ACTION ITEM:
Start at the top and transcribe every record through the final line exactly.

RECORDS TO PROCESS:

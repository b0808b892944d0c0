// Package output writes what a run has recorded: waveforms as CSV, a summary as
// JSON, and pictures. It writes to the writers and the directory it is given,
// and never leaves a half-written file.
package output

import (
	"bufio"
	"encoding/csv"
	"encoding/json"
	"errors"
	"fmt"
	"io"
	"math"
	"os"
	"path/filepath"
	"reflect"
	"strconv"
	"strings"

	"islet/engine"
	"islet/engine/compare"
)

// WriteCSV writes a trace: a header of channel names with units, `t [s]` first,
// and a row for every row of the trace, numbers in the shortest form that reads
// back to the same bits. At an event two rows have the same time, the state
// before it and the state after it.
func WriteCSV(w io.Writer, tr *engine.Trace) error {
	out := bufio.NewWriter(w)
	head := csv.NewWriter(out)
	row := []string{"t [s]"}
	for _, ch := range tr.Channels {
		row = append(row, ch.Name+" ["+ch.Unit+"]")
	}
	if err := head.Write(row); err != nil {
		return err
	}
	head.Flush()
	var b []byte
	for k, t := range tr.Time {
		b = strconv.AppendFloat(b[:0], t, 'g', -1, 64)
		for i := range tr.Channels {
			b = append(b, ',')
			b = strconv.AppendFloat(b, tr.Values(i)[k], 'g', -1, 64)
		}
		b = append(b, '\n')
		if _, err := out.Write(b); err != nil {
			return err
		}
	}
	if err := head.Error(); err != nil {
		return err
	}
	return out.Flush()
}

// ReadCSV reads what WriteCSV wrote: names and units of the columns, the time
// first, and the columns.
func ReadCSV(r io.Reader) (names, units []string, columns [][]float64, err error) {
	rows, err := csv.NewReader(r).ReadAll()
	if err != nil {
		return nil, nil, nil, fmt.Errorf("output: %w", err)
	}
	if len(rows) == 0 {
		return nil, nil, nil, errors.New("output: no header")
	}
	for _, c := range rows[0] {
		name, unit, ok := strings.Cut(c, " [")
		if !ok {
			return nil, nil, nil, fmt.Errorf("output: column %q has no unit", c)
		}
		names, units = append(names, name), append(units, strings.TrimSuffix(unit, "]"))
	}
	columns = make([][]float64, len(names))
	for k, row := range rows[1:] {
		for i, c := range row {
			v, err := strconv.ParseFloat(c, 64)
			if err != nil {
				return nil, nil, nil, fmt.Errorf("output: row %d, column %q: %w", k+1, names[i], err)
			}
			columns[i] = append(columns[i], v)
		}
	}
	return names, units, columns, nil
}

// WriteJSON writes v as indented JSON. A number that JSON can't hold is an
// error that names its place.
func WriteJSON(w io.Writer, v any) error {
	if err := finite(reflect.ValueOf(v), ""); err != nil {
		return err
	}
	e := json.NewEncoder(w)
	e.SetIndent("", " ")
	return e.Encode(v)
}

func finite(v reflect.Value, at string) error {
	switch v.Kind() {
	case reflect.Float64, reflect.Float32:
		if x := v.Float(); math.IsNaN(x) || math.IsInf(x, 0) {
			return fmt.Errorf("output: %s is %g, which JSON can't hold", strings.TrimPrefix(at, "."), x)
		}
	case reflect.Pointer, reflect.Interface:
		if !v.IsNil() {
			return finite(v.Elem(), at)
		}
	case reflect.Struct:
		for i := range v.NumField() {
			if v.Type().Field(i).IsExported() {
				if err := finite(v.Field(i), at+"."+v.Type().Field(i).Name); err != nil {
					return err
				}
			}
		}
	case reflect.Slice, reflect.Array:
		for i := range v.Len() {
			if err := finite(v.Index(i), fmt.Sprintf("%s[%d]", at, i)); err != nil {
				return err
			}
		}
	case reflect.Map:
		for _, k := range v.MapKeys() {
			if err := finite(v.MapIndex(k), fmt.Sprintf("%s[%v]", at, k)); err != nil {
				return err
			}
		}
	}
	return nil
}

// WriteAll writes waveforms.csv, summary.json and, if plots is set, the
// pictures of [Plots] as SVG into dir, which is made if need be, and returns
// the files' names. Each file appears whole or not at all.
func WriteAll(dir string, sim *engine.Simulation, summary any, plots bool) ([]string, error) {
	files := []File{
		{"waveforms.csv", func(w io.Writer) error { return WriteCSV(w, sim.Trace()) }},
		{"summary.json", func(w io.Writer) error { return WriteJSON(w, summary) }},
	}
	if plots {
		for _, p := range Plots(sim) {
			files = append(files, File{p.Name + ".svg", p.WriteSVG})
		}
	}
	return WriteFiles(dir, files)
}

// WriteComparison writes comparison.txt, comparison.csv and comparison.json
// and, if plots is set, overlays of the channels that differ most, into dir.
func WriteComparison(dir string, c *compare.Comparison, plots bool) ([]string, error) {
	files := []File{
		{"comparison.txt", c.WriteText},
		{"comparison.csv", c.WriteCSV},
		{"comparison.json", c.WriteJSON},
	}
	if plots {
		for _, p := range Overlays(c) {
			files = append(files, File{p.Name + ".svg", p.WriteSVG})
		}
	}
	return WriteFiles(dir, files)
}

// File is a file to be written: its name and what writes its content.
type File struct {
	Name  string
	Write func(w io.Writer) error
}

// WriteFiles writes files into dir, which is made if need be, and returns the names
// of those written. Each appears whole or not at all.
func WriteFiles(dir string, files []File) ([]string, error) {
	if err := os.MkdirAll(dir, 0o777); err != nil {
		return nil, fmt.Errorf("output: %w", err)
	}
	var names []string
	for _, f := range files {
		if err := writeFile(dir, f); err != nil {
			return names, fmt.Errorf("output: %s: %w", f.Name, err)
		}
		names = append(names, f.Name)
	}
	return names, nil
}

// writeFile writes to a temporary file beside the target and renames it.
func writeFile(dir string, f File) (err error) {
	tmp, err := os.CreateTemp(dir, ".new-*")
	if err != nil {
		return err
	}
	defer func() {
		if err != nil {
			tmp.Close()
			os.Remove(tmp.Name())
		}
	}()
	if err = f.Write(tmp); err != nil {
		return err
	}
	if err = tmp.Chmod(0o666 &^ umask); err != nil {
		return err
	}
	if err = tmp.Close(); err != nil {
		return err
	}
	return os.Rename(tmp.Name(), filepath.Join(dir, f.Name))
}

// umask keeps group and others from writing: a temporary file is private, and
// results are not.
const umask = 0o022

SOLUTION BELOW:
repository b0808b892944d0c0
// Package output writes what a run has recorded: waveforms as CSV, a summary as
// JSON, and pictures. It writes to the writers and the directory it is given,
// and never leaves a half-written file.
package output

import (
	"bufio"
	"encoding/csv"
	"encoding/json"
	"errors"
	"fmt"
	"io"
	"math"
	"os"
	"path/filepath"
	"reflect"
	"strconv"
	"strings"

	"islet/engine"
	"islet/engine/compare"
)

// WriteCSV writes a trace: a header of channel names with units, `t [s]` first,
// and a row for every row of the trace, numbers in the shortest form that reads
// back to the same bits. At an event two rows have the same time, the state
// before it and the state after it.
func WriteCSV(w io.Writer, tr *engine.Trace) error {
	out := bufio.NewWriter(w)
	head := csv.NewWriter(out)
	row := []string{"t [s]"}
	for _, ch := range tr.Channels {
		row = append(row, ch.Name+" ["+ch.Unit+"]")
	}
	if err := head.Write(row); err != nil {
		return err
	}
	head.Flush()
	var b []byte
	for k, t := range tr.Time {
		b = strconv.AppendFloat(b[:0], t, 'g', -1, 64)
		for i := range tr.Channels {
			b = append(b, ',')
			b = strconv.AppendFloat(b, tr.Values(i)[k], 'g', -1, 64)
		}
		b = append(b, '\n')
		if _, err := out.Write(b); err != nil {
			return err
		}
	}
	if err := head.Error(); err != nil {
		return err
	}
	return out.Flush()
}

// ReadCSV reads what WriteCSV wrote: names and units of the columns, the time
// first, and the columns.
func ReadCSV(r io.Reader) (names, units []string, columns [][]float64, err error) {
	rows, err := csv.NewReader(r).ReadAll()
	if err != nil {
		return nil, nil, nil, fmt.Errorf("output: %w", err)
	}
	if len(rows) == 0 {
		return nil, nil, nil, errors.New("output: no header")
	}
	for _, c := range rows[0] {
		name, unit, ok := strings.Cut(c, " [")
		if !ok {
			return nil, nil, nil, fmt.Errorf("output: column %q has no unit", c)
		}
		names, units = append(names, name), append(units, strings.TrimSuffix(unit, "]"))
	}
	columns = make([][]float64, len(names))
	for k, row := range rows[1:] {
		for i, c := range row {
			v, err := strconv.ParseFloat(c, 64)
			if err != nil {
				return nil, nil, nil, fmt.Errorf("output: row %d, column %q: %w", k+1, names[i], err)
			}
			columns[i] = append(columns[i], v)
		}
	}
	return names, units, columns, nil
}

// WriteJSON writes v as indented JSON. A number that JSON can't hold is an
// error that names its place.
func WriteJSON(w io.Writer, v any) error {
	if err := finite(reflect.ValueOf(v), ""); err != nil {
		return err
	}
	e := json.NewEncoder(w)
	e.SetIndent("", " ")
	return e.Encode(v)
}

func finite(v reflect.Value, at string) error {
	switch v.Kind() {
	case reflect.Float64, reflect.Float32:
		if x := v.Float(); math.IsNaN(x) || math.IsInf(x, 0) {
			return fmt.Errorf("output: %s is %g, which JSON can't hold", strings.TrimPrefix(at, "."), x)
		}
	case reflect.Pointer, reflect.Interface:
		if !v.IsNil() {
			return finite(v.Elem(), at)
		}
	case reflect.Struct:
		for i := range v.NumField() {
			if v.Type().Field(i).IsExported() {
				if err := finite(v.Field(i), at+"."+v.Type().Field(i).Name); err != nil {
					return err
				}
			}
		}
	case reflect.Slice, reflect.Array:
		for i := range v.Len() {
			if err := finite(v.Index(i), fmt.Sprintf("%s[%d]", at, i)); err != nil {
				return err
			}
		}
	case reflect.Map:
		for _, k := range v.MapKeys() {
			if err := finite(v.MapIndex(k), fmt.Sprintf("%s[%v]", at, k)); err != nil {
				return err
			}
		}
	}
	return nil
}

// WriteAll writes waveforms.csv, summary.json and, if plots is set, the
// pictures of [Plots] as SVG into dir, which is made if need be, and returns
// the files' names. Each file appears whole or not at all.
func WriteAll(dir string, sim *engine.Simulation, summary any, plots bool) ([]string, error) {
	files := []File{
		{"waveforms.csv", func(w io.Writer) error { return WriteCSV(w, sim.Trace()) }},
		{"summary.json", func(w io.Writer) error { return WriteJSON(w, summary) }},
	}
	if plots {
		for _, p := range Plots(sim) {
			files = append(files, File{p.Name + ".svg", p.WriteSVG})
		}
	}
	return WriteFiles(dir, files)
}

// WriteComparison writes comparison.txt, comparison.csv and comparison.json
// and, if plots is set, overlays of the channels that differ most, into dir.
func WriteComparison(dir string, c *compare.Comparison, plots bool) ([]string, error) {
	files := []File{
		{"comparison.txt", c.WriteText},
		{"comparison.csv", c.WriteCSV},
		{"comparison.json", c.WriteJSON},
	}
	if plots {
		for _, p := range Overlays(c) {
			files = append(files, File{p.Name + ".svg", p.WriteSVG})
		}
	}
	return WriteFiles(dir, files)
}

// File is a file to be written: its name and what writes its content.
type File struct {
	Name  string
	Write func(w io.Writer) error
}

// WriteFiles writes files into dir, which is made if need be, and returns the names
// of those written. Each appears whole or not at all.
func WriteFiles(dir string, files []File) ([]string, error) {
	if err := os.MkdirAll(dir, 0o777); err != nil {
		return nil, fmt.Errorf("output: %w", err)
	}
	var names []string
	for _, f := range files {
		if err := writeFile(dir, f); err != nil {
			return names, fmt.Errorf("output: %s: %w", f.Name, err)
		}
		names = append(names, f.Name)
	}
	return names, nil
}

// writeFile writes to a temporary file beside the target and renames it.
func writeFile(dir string, f File) (err error) {
	tmp, err := os.CreateTemp(dir, ".new-*")
	if err != nil {
		return err
	}
	defer func() {
		if err != nil {
			tmp.Close()
			os.Remove(tmp.Name())
		}
	}()
	if err = f.Write(tmp); err != nil {
		return err
	}
	if err = tmp.Chmod(0o666 &^ umask); err != nil {
		return err
	}
	if err = tmp.Close(); err != nil {
		return err
	}
	return os.Rename(tmp.Name(), filepath.Join(dir, f.Name))
}

// umask keeps group and others from writing: a temporary file is private, and
// results are not.
const umask = 0o022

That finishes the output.